Saved entries
* * * *

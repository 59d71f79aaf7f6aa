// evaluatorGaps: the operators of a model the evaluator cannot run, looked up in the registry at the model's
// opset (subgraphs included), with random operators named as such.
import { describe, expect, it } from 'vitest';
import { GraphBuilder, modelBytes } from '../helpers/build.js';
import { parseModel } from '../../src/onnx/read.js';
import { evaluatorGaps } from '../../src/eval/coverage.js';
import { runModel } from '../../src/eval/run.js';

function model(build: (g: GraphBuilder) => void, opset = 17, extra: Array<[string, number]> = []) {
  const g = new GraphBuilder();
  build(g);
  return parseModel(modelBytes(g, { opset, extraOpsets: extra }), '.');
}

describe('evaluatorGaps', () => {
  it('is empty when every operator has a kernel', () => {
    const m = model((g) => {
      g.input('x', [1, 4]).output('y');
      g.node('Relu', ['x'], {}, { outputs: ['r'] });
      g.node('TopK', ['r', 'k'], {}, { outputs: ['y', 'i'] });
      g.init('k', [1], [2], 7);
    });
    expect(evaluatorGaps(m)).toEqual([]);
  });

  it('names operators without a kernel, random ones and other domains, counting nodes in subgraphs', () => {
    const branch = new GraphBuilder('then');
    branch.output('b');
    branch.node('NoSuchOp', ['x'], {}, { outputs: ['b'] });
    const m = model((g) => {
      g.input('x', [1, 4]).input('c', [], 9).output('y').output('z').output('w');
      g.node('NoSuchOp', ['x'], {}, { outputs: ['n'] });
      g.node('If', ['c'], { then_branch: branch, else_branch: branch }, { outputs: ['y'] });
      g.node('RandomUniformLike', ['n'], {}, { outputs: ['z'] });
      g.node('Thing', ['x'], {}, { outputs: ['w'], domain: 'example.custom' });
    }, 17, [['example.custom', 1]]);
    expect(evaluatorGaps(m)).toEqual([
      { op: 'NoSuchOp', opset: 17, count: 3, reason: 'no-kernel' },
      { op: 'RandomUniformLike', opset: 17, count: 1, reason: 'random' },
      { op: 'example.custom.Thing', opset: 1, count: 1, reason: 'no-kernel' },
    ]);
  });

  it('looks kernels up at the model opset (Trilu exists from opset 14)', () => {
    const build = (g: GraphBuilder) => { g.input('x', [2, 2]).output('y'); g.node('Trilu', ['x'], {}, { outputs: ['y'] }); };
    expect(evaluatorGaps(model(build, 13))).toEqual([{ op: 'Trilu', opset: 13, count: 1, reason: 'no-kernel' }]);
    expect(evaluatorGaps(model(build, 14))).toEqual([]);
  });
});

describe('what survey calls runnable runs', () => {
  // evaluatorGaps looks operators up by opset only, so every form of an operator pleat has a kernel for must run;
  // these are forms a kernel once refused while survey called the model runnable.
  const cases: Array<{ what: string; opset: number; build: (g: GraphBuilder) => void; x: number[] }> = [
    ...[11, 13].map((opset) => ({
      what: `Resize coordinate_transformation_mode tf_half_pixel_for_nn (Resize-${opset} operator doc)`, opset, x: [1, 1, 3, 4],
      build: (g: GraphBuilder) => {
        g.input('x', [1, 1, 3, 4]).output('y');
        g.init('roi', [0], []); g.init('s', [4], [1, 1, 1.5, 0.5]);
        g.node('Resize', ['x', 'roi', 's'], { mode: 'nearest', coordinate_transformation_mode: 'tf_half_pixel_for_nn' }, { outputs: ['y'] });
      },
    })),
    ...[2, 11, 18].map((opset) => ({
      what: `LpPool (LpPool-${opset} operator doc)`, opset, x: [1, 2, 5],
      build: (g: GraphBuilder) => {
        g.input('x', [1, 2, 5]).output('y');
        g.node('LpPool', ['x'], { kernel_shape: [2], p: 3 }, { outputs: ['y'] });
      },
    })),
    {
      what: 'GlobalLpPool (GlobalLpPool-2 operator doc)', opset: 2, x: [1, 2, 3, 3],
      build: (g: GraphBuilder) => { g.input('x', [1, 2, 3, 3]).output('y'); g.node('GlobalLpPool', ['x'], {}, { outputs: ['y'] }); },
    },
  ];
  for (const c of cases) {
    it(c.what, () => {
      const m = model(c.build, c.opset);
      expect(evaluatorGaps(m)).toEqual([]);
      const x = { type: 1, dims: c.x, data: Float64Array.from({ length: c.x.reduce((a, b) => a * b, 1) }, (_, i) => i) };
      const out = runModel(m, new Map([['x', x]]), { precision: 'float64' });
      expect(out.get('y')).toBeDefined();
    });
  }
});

* * * *

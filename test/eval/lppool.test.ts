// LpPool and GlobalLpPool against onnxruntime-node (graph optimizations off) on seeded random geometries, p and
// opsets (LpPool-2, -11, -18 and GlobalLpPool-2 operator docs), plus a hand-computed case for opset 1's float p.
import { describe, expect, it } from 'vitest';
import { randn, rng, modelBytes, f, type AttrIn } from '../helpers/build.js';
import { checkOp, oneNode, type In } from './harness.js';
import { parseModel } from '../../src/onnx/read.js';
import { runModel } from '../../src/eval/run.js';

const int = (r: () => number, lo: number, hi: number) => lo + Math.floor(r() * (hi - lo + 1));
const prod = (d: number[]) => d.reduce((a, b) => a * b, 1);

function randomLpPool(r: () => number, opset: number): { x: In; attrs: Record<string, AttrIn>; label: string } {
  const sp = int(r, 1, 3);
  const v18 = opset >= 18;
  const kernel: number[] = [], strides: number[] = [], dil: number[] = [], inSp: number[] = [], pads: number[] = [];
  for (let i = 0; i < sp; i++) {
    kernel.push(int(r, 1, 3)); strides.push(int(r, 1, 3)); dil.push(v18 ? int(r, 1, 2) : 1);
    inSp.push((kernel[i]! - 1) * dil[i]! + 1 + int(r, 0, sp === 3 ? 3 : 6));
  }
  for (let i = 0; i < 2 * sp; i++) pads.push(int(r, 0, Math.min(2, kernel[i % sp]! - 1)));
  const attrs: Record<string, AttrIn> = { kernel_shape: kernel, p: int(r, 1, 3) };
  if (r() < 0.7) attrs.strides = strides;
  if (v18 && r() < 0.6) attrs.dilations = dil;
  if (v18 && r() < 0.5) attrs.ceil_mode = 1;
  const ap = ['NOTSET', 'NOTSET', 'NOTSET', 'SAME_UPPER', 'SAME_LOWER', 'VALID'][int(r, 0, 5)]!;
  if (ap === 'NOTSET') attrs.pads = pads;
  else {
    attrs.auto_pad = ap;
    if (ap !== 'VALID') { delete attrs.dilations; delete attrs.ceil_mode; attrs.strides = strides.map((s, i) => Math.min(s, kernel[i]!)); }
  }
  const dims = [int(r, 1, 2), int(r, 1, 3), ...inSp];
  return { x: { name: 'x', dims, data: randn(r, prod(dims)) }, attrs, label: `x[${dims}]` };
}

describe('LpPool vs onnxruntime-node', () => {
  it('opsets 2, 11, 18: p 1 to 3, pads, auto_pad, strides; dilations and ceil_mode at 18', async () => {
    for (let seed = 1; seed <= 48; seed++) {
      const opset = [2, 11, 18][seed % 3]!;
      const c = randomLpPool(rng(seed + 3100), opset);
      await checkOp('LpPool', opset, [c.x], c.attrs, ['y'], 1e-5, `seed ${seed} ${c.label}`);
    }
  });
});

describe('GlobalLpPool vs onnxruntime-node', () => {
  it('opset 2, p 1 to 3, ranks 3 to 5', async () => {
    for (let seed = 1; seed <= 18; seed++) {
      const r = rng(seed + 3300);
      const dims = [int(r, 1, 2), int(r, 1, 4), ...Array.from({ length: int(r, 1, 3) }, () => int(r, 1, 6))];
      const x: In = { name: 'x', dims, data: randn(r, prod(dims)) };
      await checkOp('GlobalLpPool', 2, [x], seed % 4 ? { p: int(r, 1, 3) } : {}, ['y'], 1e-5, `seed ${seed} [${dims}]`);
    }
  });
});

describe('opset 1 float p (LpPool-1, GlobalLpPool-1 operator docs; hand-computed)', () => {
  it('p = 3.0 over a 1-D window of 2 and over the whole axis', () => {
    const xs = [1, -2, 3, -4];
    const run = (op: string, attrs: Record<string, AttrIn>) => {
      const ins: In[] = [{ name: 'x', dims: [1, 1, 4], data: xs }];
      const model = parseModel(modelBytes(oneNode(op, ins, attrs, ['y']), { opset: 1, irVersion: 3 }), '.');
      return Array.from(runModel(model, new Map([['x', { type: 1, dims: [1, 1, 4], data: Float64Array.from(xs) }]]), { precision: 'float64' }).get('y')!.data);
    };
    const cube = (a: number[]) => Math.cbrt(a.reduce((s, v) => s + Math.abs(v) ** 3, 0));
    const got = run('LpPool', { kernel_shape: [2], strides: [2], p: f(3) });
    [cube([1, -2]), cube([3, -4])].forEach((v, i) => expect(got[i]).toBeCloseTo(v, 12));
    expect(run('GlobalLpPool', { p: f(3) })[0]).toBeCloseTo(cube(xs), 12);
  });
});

* * * *

Only the lines above starting at the line that holds "repository 59d71f79aaf7f6aa" and ending at the line that holds "it('is empty when" are to be repeated, exactly and in full.

repository 59d71f79aaf7f6aa
// evaluatorGaps: the operators of a model the evaluator cannot run, looked up in the registry at the model's
// opset (subgraphs included), with random operators named as such.
import { describe, expect, it } from 'vitest';
import { GraphBuilder, modelBytes } from '../helpers/build.js';
import { parseModel } from '../../src/onnx/read.js';
import { evaluatorGaps } from '../../src/eval/coverage.js';
import { runModel } from '../../src/eval/run.js';

function model(build: (g: GraphBuilder) => void, opset = 17, extra: Array<[string, number]> = []) {
  const g = new GraphBuilder();
  build(g);
  return parseModel(modelBytes(g, { opset, extraOpsets: extra }), '.');
}

describe('evaluatorGaps', () => {
  it('is empty when every operator has a kernel', () => {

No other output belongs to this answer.